DATA TO USE:
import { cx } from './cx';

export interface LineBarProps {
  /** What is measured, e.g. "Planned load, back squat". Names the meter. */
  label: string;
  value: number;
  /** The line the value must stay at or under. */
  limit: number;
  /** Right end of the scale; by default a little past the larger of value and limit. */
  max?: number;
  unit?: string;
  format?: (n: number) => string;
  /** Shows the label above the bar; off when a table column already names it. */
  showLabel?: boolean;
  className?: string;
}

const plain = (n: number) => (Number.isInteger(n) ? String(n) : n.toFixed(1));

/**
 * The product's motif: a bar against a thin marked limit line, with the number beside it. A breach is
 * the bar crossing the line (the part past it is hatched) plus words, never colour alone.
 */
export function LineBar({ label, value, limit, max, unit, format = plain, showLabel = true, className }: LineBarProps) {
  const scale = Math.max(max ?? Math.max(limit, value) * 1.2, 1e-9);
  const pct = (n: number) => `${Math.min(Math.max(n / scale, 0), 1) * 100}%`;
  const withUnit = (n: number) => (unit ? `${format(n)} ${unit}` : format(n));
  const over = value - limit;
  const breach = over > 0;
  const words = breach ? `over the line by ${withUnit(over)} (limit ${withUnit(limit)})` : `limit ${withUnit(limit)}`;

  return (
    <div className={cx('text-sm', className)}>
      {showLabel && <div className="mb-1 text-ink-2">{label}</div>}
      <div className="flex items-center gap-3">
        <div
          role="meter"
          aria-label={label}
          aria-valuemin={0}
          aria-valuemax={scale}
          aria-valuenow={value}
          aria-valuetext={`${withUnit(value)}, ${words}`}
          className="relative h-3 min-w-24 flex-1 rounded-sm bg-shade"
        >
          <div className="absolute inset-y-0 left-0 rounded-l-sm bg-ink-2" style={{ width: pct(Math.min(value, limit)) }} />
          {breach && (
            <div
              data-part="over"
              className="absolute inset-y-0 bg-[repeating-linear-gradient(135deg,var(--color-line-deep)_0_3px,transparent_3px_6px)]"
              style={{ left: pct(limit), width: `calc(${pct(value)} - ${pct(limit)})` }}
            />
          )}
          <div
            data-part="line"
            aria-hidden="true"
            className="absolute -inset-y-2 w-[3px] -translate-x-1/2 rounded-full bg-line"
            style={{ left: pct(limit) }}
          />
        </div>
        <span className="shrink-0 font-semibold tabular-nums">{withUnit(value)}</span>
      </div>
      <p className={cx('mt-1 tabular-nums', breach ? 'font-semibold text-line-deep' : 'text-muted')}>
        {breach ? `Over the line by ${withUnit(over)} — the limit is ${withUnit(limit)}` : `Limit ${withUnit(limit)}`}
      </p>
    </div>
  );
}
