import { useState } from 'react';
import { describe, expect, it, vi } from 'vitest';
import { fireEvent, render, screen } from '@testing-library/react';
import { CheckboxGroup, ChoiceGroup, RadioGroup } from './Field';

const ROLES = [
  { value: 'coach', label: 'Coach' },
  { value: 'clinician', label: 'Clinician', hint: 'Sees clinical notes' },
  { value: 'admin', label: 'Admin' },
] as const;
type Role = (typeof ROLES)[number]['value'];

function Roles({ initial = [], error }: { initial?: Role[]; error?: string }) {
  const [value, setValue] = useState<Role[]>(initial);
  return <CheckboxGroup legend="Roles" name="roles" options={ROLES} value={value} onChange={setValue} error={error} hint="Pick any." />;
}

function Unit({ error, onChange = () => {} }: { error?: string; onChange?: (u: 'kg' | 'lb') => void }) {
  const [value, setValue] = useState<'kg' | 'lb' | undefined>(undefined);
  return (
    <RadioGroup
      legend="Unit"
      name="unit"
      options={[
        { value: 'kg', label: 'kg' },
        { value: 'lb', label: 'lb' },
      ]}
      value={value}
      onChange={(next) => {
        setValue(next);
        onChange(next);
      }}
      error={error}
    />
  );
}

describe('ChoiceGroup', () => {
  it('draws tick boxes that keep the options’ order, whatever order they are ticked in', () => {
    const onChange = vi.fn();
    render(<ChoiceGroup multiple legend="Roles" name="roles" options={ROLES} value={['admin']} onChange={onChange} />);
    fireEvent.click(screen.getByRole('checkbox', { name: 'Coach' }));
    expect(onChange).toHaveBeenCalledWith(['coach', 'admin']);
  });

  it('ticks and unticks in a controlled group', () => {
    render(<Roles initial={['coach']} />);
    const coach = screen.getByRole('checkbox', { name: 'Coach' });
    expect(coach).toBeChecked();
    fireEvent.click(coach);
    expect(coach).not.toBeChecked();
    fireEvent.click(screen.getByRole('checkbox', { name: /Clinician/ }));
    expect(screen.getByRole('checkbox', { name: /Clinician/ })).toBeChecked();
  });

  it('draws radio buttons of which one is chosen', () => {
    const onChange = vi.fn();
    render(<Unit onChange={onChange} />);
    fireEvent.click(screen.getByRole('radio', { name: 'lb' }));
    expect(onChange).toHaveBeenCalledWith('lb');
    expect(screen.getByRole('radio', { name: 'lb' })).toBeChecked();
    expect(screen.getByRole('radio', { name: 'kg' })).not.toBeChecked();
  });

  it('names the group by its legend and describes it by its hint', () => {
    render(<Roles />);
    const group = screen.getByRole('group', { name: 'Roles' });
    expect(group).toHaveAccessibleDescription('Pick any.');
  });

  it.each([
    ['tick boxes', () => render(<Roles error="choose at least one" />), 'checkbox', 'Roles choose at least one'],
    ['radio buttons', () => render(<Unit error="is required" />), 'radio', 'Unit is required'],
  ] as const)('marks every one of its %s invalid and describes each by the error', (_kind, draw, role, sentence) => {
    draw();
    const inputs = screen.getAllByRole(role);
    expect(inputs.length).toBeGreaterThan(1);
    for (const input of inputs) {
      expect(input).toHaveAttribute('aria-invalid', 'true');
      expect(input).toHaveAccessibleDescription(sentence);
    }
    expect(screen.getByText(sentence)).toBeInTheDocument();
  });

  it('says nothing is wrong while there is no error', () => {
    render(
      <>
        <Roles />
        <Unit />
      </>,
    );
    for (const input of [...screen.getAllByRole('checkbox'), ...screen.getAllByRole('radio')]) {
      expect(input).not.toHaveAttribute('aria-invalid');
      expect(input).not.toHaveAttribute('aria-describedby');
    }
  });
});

EXERCISE AIM: Restate word for word the entries above, starting at the line with "it('ticks and unticks" and ending at the line with "expect(coach).not.toBeChecked();", inclusive, and no others.

RESPONSE BELOW:
  it('ticks and unticks in a controlled group', () => {
    render(<Roles initial={['coach']} />);
    const coach = screen.getByRole('checkbox', { name: 'Coach' });
    expect(coach).toBeChecked();
    fireEvent.click(coach);
    expect(coach).not.toBeChecked();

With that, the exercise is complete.